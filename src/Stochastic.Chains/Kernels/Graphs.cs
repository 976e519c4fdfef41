namespace Stochastic.Chains.Kernels;

/// <summary>A directed graph on nodes 0 to NodeCount − 1 whose arcs can be walked one by one.</summary>
internal interface IGraph
{
    int NodeCount { get; }

    /// <summary>The cursor from which the arcs of a node are walked.</summary>
    int FirstCursor(int node);

    /// <summary>The target of the node's next arc at or after the cursor, which moves past it; −1 when there is none.</summary>
    int NextTarget(int node, ref int cursor);
}

/// <summary>An algorithm that runs on any graph without knowing its storage.</summary>
internal interface IGraphAlgorithm<TResult>
{
    TResult Run<TGraph>(TGraph graph)
        where TGraph : struct, IGraph;
}

/// <summary>The arcs are the nonzero entries of a row-major square table.</summary>
internal readonly struct DenseGraph(double[] table, int size) : IGraph
{
    public int NodeCount => size;

    public int FirstCursor(int node) => 0;

    public int NextTarget(int node, ref int cursor)
    {
        var found = table.AsSpan((node * size) + cursor, size - cursor).IndexOfAnyExcept(0.0);
        if (found < 0)
        {
            cursor = size;
            return -1;
        }

        cursor += found + 1;
        return cursor - 1;
    }
}

/// <summary>The arcs are the columns of compressed sparse rows.</summary>
internal readonly struct SparseGraph(int[] starts, int[] columns) : IGraph
{
    public int NodeCount => starts.Length - 1;

    public int FirstCursor(int node) => starts[node];

    public int NextTarget(int node, ref int cursor) => cursor < starts[node + 1] ? columns[cursor++] : -1;
}
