namespace Stochastic.Chains.Kernels;

/// <summary>A bound on the relative error of any positive vector as the stationary distribution of one recurrent class.</summary>
/// <remarks>
/// <para>
/// With flows f_ij = x_i p_ij, let q be any numbers and change each flow by (q_i − q_j) f_ij; let t_e be the sum of what is then left of
/// the imbalances (inflow − outflow) on the far side of each edge e of a spanning tree, and change the flow of that edge by ±t_e. Then all
/// flows are in balance, so x / Σx is the stationary distribution of the chain with these flows, whose rates differ from the given ones
/// by relative amounts of at most ε = max |q_i − q_j| + max |t_e| / f_e. By the Markov chain tree theorem each stationary probability is a
/// quotient of two sums of products of n − 1 rates, so every entry of x / Σx is within a factor ((1 + ε) / (1 − ε))ⁿ⁻¹ of the truth
/// (O'Cinneide 1993).
/// </para>
/// <para>
/// Rounding: the change of a flow is defined as an integer multiple of a power of two, computed from the significands in integers and
/// never larger than |q_i − q_j| f_ij; products of significands are exact; all of them are added without rounding but for a cut-off below
/// 2⁻⁶⁴ of the smallest flow of the tree, which is counted. So nothing depends on how well q was computed: three rounds of Jacobi's
/// iteration for the weighted graph Laplacian, which spread the imbalance of each state in proportion over all its flows.
/// </para>
/// </remarks>
internal static class FlowBalance
{
    private const int LargestScaledExponent = 960;
    private const int CutOffBits = 64;

    /// <summary>
    /// The bound on |x_i − π_i| / π_i over the states of one closed communicating class; +∞ where nothing is proved: the vector is too far
    /// off, or a flow that is needed lies outside the range of doubles even after scaling.
    /// </summary>
    /// <param name="rows">The rates; from the states of the class they lead to states of the class only.</param>
    /// <param name="states">The states of the class.</param>
    /// <param name="values">The vector, by state.</param>
    /// <param name="memoryLimit">The most memory that the exact sums may take, in bytes.</param>
    /// <param name="cancellation">Looked at between the passes over the rates.</param>
    internal static double RelativeErrorBound<TRows>(
        TRows rows, ReadOnlySpan<int> states, ReadOnlySpan<double> values, long memoryLimit, CancellationToken cancellation)
        where TRows : struct, IRateRows
    {
        if (!ScaledWeights.TryScale(states, values, LargestScaledExponent, out var weights, out var scale))
        {
            return double.PositiveInfinity;
        }

        var change = LargestChange(rows, states, values, weights, scale, memoryLimit, cancellation);
        return change < 1 ? TreeTheorem(change, states.Length, ScaledWeights.DeviationFromOne(states, values)) : double.PositiveInfinity;
    }

    /// <summary>The bound from the largest relative change of a rate and the deviation of the sum of the vector from one.</summary>
    private static double TreeTheorem(double change, int states, double deviation)
    {
        // log((1 + ε) / (1 − ε)) = 2 (ε + ε³/3 + ε⁵/5 + …) is at most 2 ε (1 + ε² / (3 (1 − ε²))).
        var square = Upward.Multiply(change, change);
        var correction = Upward.Divide(square, Upward.LowerProduct(3, Upward.LowerDifference(1, square)));
        var logarithm = Upward.Multiply(Upward.Multiply(2, change), Upward.Add(1, correction));
        var excess = Upward.ExponentialMinusOne(Upward.Multiply(states - 1, logarithm));
        return Upward.Add(excess, Upward.Multiply(deviation, Upward.Add(1, excess)));
    }

    private static double LargestChange<TRows>(
        TRows rows, ReadOnlySpan<int> states, ReadOnlySpan<double> values, double[] weights, int scale, long memoryLimit,
        CancellationToken cancellation)
        where TRows : struct, IRateRows
    {
        if (states.Length == 1)
        {
            return 0;
        }

        var tree = HeavySpanningTree.Find(rows, states, weights, cancellation);
        if (tree is null)
        {
            return double.PositiveInfinity;
        }

        var moves = CountMoves(rows, states);
        var moveBits = (int)long.Log2(moves) + 1;
        var unit = Math.ILogB(tree.SmallestFlow()) - scale - CutOffBits - moveBits;
        var highest = LargestScaledExponent - scale + moveBits + 1;
        if (ExactSums.Bytes(rows.Count, unit, highest) > memoryLimit)
        {
            return double.PositiveInfinity;
        }

        var sums = new ExactSums(rows.Count, unit, highest);
        ExactFlows.AddImbalances(rows, states, values, sums);
        cancellation.ThrowIfCancellationRequested();
        var (potentials, precision) = FlowSpread.Potentials(rows, states, weights, sums, scale);
        cancellation.ThrowIfCancellationRequested();
        var widest = ExactFlows.AddSpread(rows, states, values, potentials, precision, sums);
        return Upward.Add(Upward.Scale(widest, -precision), LargestRouted(tree, sums, scale, Upward.Scale(moves, unit + scale)));
    }

    /// <summary>
    /// The largest relative change of a flow of the tree when each subtree sends its surplus to its parent; the surplus is known to within
    /// the cut-off.
    /// </summary>
    private static double LargestRouted(HeavySpanningTree tree, ExactSums sums, int scale, double cutOff)
    {
        var largest = 0.0;
        for (var k = tree.Order.Length - 1; k > 0; k--)
        {
            var state = tree.Order[k];
            var surplus = Upward.Add(sums.UpperMagnitude(state, scale), cutOff);
            largest = Math.Max(largest, Upward.Divide(surplus, Math.BitDecrement(tree.Flows[state])));
            sums.AddSum(state, tree.Parents[state]);
        }

        return largest;
    }

    private static long CountMoves<TRows>(TRows rows, ReadOnlySpan<int> states)
        where TRows : struct, IRateRows
    {
        var count = 0L;
        foreach (var state in states)
        {
            count += rows.Rates(state).Length;
        }

        return count;
    }
}
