namespace Stochastic.Chains.Kernels;

/// <summary>Bounds in the 1-norm on the error of a stationary vector from its residual and a number that says how fast errors die out.</summary>
/// <remarks>
/// With r = x (I − P) and e = x − π, both of sum zero, e = r + e P. If all rows of P have mass Σ_j m_j in common (m_j ≤ p_ij for all i; Doeblin),
/// then e P = e (P − 1 mᵀ) with a non-negative matrix of row sums 1 − Σ m, so ‖e‖₁ ≤ ‖r‖₁ / Σ m. A random walk with restart has the restart
/// probability in common. The vector is taken as x / Σx; what its sum misses of one is added.
/// </remarks>
internal static class Contraction
{
    private const int ScaledExponent = 900;

    /// <summary>A lower bound of the mass that all rows of a class have in common; zero for most sparse chains.</summary>
    internal static double SharedMass<TRows>(TRows rows, ReadOnlySpan<int> states)
        where TRows : struct, IRateRows
    {
        var least = new double[rows.Count];
        var present = new int[rows.Count];
        Array.Fill(least, double.PositiveInfinity);
        foreach (var state in states)
        {
            var outflow = 0.0;
            var rates = rows.Rates(state);
            for (var position = 0; position < rates.Length; position++)
            {
                var column = rows.Column(state, position);
                if (column != state && rates[position] != 0)
                {
                    outflow = Upward.Add(outflow, rates[position]);
                    least[column] = Math.Min(least[column], rates[position]);
                    present[column]++;
                }
            }

            least[state] = Math.Min(least[state], Upward.LowerDifference(1, outflow));
            present[state]++;
        }

        var mass = 0.0;
        foreach (var state in states)
        {
            mass = Math.BitDecrement(mass + (present[state] == states.Length ? least[state] : Math.Min(0, least[state])));
        }

        return mass;
    }

    /// <summary>
    /// The bound on Σ |x_i − π_i| when an error of sum zero is at most so many times the residual that it leaves: 1 / Σm, for example.
    /// </summary>
    internal static double AbsoluteErrorBound<TRows>(TRows rows, ReadOnlySpan<int> states, ReadOnlySpan<double> values, double amplification)
        where TRows : struct, IRateRows
    {
        if (!(amplification >= 0) || !ScaledWeights.TryScale(states, values, ScaledExponent, out var weights, out var scale))
        {
            return double.PositiveInfinity;
        }

        var bounds = new double[states.Length];
        new StateFlows<TRows>(rows, states).FindImbalances(weights, new double[weights.Length], new double[states.Length], bounds);
        var residual = 0.0;
        foreach (var bound in bounds)
        {
            residual = Upward.Add(residual, Math.ScaleB(bound, -scale));
        }

        var deviation = ScaledWeights.DeviationFromOne(states, values);
        return deviation < 1
            ? Upward.Add(deviation, Upward.Divide(Upward.Multiply(residual, amplification), Upward.LowerDifference(1, deviation)))
            : double.PositiveInfinity;
    }
}
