using System.Runtime.CompilerServices;
using System.Runtime.InteropServices;
using System.Runtime.Intrinsics;

namespace Stochastic.Chains.Kernels;

/// <summary>Loops that keep twice the digits of a double, in lanes of four. Bounds with u = 2⁻⁵³, as long as products stay above 2⁻⁹⁰⁰.</summary>
internal static class DoubledLoops
{
    private const double UnitRoundoff = 1.1102230246251565e-16;
    private const double SecondOrder = 1.01;
    private static readonly int Lanes = Vector256<double>.Count;

    /// <summary>
    /// Adds (high + low) · source to target, all non-negative; one addition loses at most 3 u² of the target and 7 u² of the product, and
    /// n additions at most <see cref="SumError"/> of the result.
    /// </summary>
    internal static void AddScaled(double high, double low, ReadOnlySpan<double> source, Span<double> targetHigh, Span<double> targetLow)
    {
        var (factorHigh, factorLow) = (Vector256.Create(high), Vector256.Create(low));
        var sources = MemoryMarshal.Cast<double, Vector256<double>>(source);
        var highs = MemoryMarshal.Cast<double, Vector256<double>>(targetHigh)[..sources.Length];
        var lows = MemoryMarshal.Cast<double, Vector256<double>>(targetLow)[..sources.Length];
        for (var k = 0; k < sources.Length; k++)
        {
            var product = factorHigh * sources[k];
            var error = Vector256.FusedMultiplyAdd(factorHigh, sources[k], -product);
            error = Vector256.FusedMultiplyAdd(factorLow, sources[k], error);
            var sum = highs[k] + product;
            var part = sum - highs[k];
            var rest = (highs[k] - (sum - part)) + (product - part) + (lows[k] + error);
            var total = sum + rest;
            lows[k] = rest - (total - sum);
            highs[k] = total;
        }

        for (var k = sources.Length * Lanes; k < source.Length; k++)
        {
            AddScaled(high, low, source[k], ref targetHigh[k], ref targetLow[k]);
        }
    }

    /// <summary>Adds (high + low) · source to one number.</summary>
    internal static void AddScaled(double high, double low, double source, ref double targetHigh, ref double targetLow)
    {
        var product = high * source;
        var error = Math.FusedMultiplyAdd(high, source, -product);
        (targetHigh, targetLow) = DoubleDouble.Add(targetHigh, targetLow, product, Math.FusedMultiplyAdd(low, source, error));
    }

    /// <summary>The sum of non-negative numbers, with a relative error of at most <see cref="SumError"/>.</summary>
    /// <remarks>Four sums run side by side, for each one waits for its own last addition; merging them loses less than 16 · 3.1 u².</remarks>
    internal static (double High, double Low) Sum(ReadOnlySpan<double> terms)
    {
        var vectors = MemoryMarshal.Cast<double, Vector256<double>>(terms);
        var zero = (High: Vector256<double>.Zero, Low: Vector256<double>.Zero);
        var (first, second, third, fourth) = (zero, zero, zero, zero);
        var next = 0;
        for (; next + 4 <= vectors.Length; next += 4)
        {
            first = Add(first.High, first.Low, vectors[next], Vector256<double>.Zero);
            second = Add(second.High, second.Low, vectors[next + 1], Vector256<double>.Zero);
            third = Add(third.High, third.Low, vectors[next + 2], Vector256<double>.Zero);
            fourth = Add(fourth.High, fourth.Low, vectors[next + 3], Vector256<double>.Zero);
        }

        for (; next < vectors.Length; next++)
        {
            first = Add(first.High, first.Low, vectors[next], Vector256<double>.Zero);
        }

        first = Add(first.High, first.Low, second.High, second.Low);
        third = Add(third.High, third.Low, fourth.High, fourth.Low);
        first = Add(first.High, first.Low, third.High, third.Low);
        var total = (High: 0.0, Low: 0.0);
        for (var lane = 0; lane < Lanes; lane++)
        {
            total = DoubleDouble.Add(total.High, total.Low, first.High[lane], first.Low[lane]);
        }

        foreach (var term in terms[(vectors.Length * Lanes)..])
        {
            total = DoubleDouble.Add(total.High, total.Low, term, 0);
        }

        return total;
    }

    /// <summary>What <see cref="DoubleDouble.Add"/> does, lane by lane.</summary>
    [MethodImpl(MethodImplOptions.AggressiveInlining)]
    private static (Vector256<double> High, Vector256<double> Low) Add(
        Vector256<double> firstHigh, Vector256<double> firstLow, Vector256<double> secondHigh, Vector256<double> secondLow)
    {
        var sum = firstHigh + secondHigh;
        var part = sum - firstHigh;
        var rest = (firstHigh - (sum - part)) + (secondHigh - part) + (firstLow + secondLow);
        var total = sum + rest;
        return (total, rest - (total - sum));
    }

    /// <summary>The bound on the relative error of adding up so many non-negative numbers or products here: (4 n + 40) u².</summary>
    internal static double SumError(int count) => SecondOrder * ((4.0 * count) + 40) * UnitRoundoff * UnitRoundoff;

    /// <summary>
    /// Σ_j p_j (z − z_j) for numbers z given as high + low, with a bound on its error. Differences of neighbours that are close cancel
    /// before anything is rounded.
    /// </summary>
    /// <remarks>
    /// With d = high − high_j (its error is at most u |d| and found exactly), t = low − low_j, B = Σ p |d|, T = Σ p |t| and m additions in
    /// a lane: rounding t, its sum with the error of d, their product with p and the two additions of each step loses at most
    /// u ((2 m + 8) T + (m + 3)² u B), times 1 + O(m u). Merging the lanes counts as further additions.
    /// </remarks>
    internal static DoubledSum Differences(ReadOnlySpan<double> rates, double high, double low, ReadOnlySpan<double> highs, ReadOnlySpan<double> lows)
    {
        var (ownHigh, ownLow) = (Vector256.Create(high), Vector256.Create(low));
        var rateVectors = MemoryMarshal.Cast<double, Vector256<double>>(rates);
        var highVectors = MemoryMarshal.Cast<double, Vector256<double>>(highs)[..rateVectors.Length];
        var lowVectors = MemoryMarshal.Cast<double, Vector256<double>>(lows)[..rateVectors.Length];
        var (sums, rests, sizes, lowSizes) = (Vector256<double>.Zero, Vector256<double>.Zero, Vector256<double>.Zero, Vector256<double>.Zero);
        for (var k = 0; k < rateVectors.Length; k++)
        {
            var rate = rateVectors[k];
            var difference = ownHigh - highVectors[k];
            var part = difference - ownHigh;
            var lost = (ownHigh - (difference - part)) - (highVectors[k] + part);
            var lowDifference = ownLow - lowVectors[k];
            var product = rate * difference;
            var error = Vector256.FusedMultiplyAdd(rate, difference, -product);
            error = Vector256.FusedMultiplyAdd(rate, lost + lowDifference, error);
            var sum = sums + product;
            part = sum - sums;
            rests += (sums - (sum - part)) + (product - part) + error;
            sums = sum;
            sizes += Vector256.Abs(product);
            lowSizes = Vector256.FusedMultiplyAdd(rate, Vector256.Abs(lowDifference), lowSizes);
        }

        var total = default(DoubledSum);
        for (var lane = 0; lane < Lanes; lane++)
        {
            total.Merge(sums[lane], rests[lane], sizes[lane], lowSizes[lane], rateVectors.Length);
        }

        for (var k = rateVectors.Length * Lanes; k < rates.Length; k++)
        {
            total.AddDifference(rates[k], high, low, highs[k], lows[k]);
        }

        return total;
    }
}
....
WHAT NEEDS TO BE DONE:
The line containing "Vector256.FusedMultiplyAdd(rate, difference, -product);" and all lines after it, to the end of the records, are to be output exactly and alone.

WRITTEN RESPONSE:
            var error = Vector256.FusedMultiplyAdd(rate, difference, -product);
            error = Vector256.FusedMultiplyAdd(rate, lost + lowDifference, error);
            var sum = sums + product;
            part = sum - sums;
            rests += (sums - (sum - part)) + (product - part) + error;
            sums = sum;
            sizes += Vector256.Abs(product);
            lowSizes = Vector256.FusedMultiplyAdd(rate, Vector256.Abs(lowDifference), lowSizes);
        }

        var total = default(DoubledSum);
        for (var lane = 0; lane < Lanes; lane++)
        {
            total.Merge(sums[lane], rests[lane], sizes[lane], lowSizes[lane], rateVectors.Length);
        }

        for (var k = rateVectors.Length * Lanes; k < rates.Length; k++)
        {
            total.AddDifference(rates[k], high, low, highs[k], lows[k]);
        }

        return total;
    }
}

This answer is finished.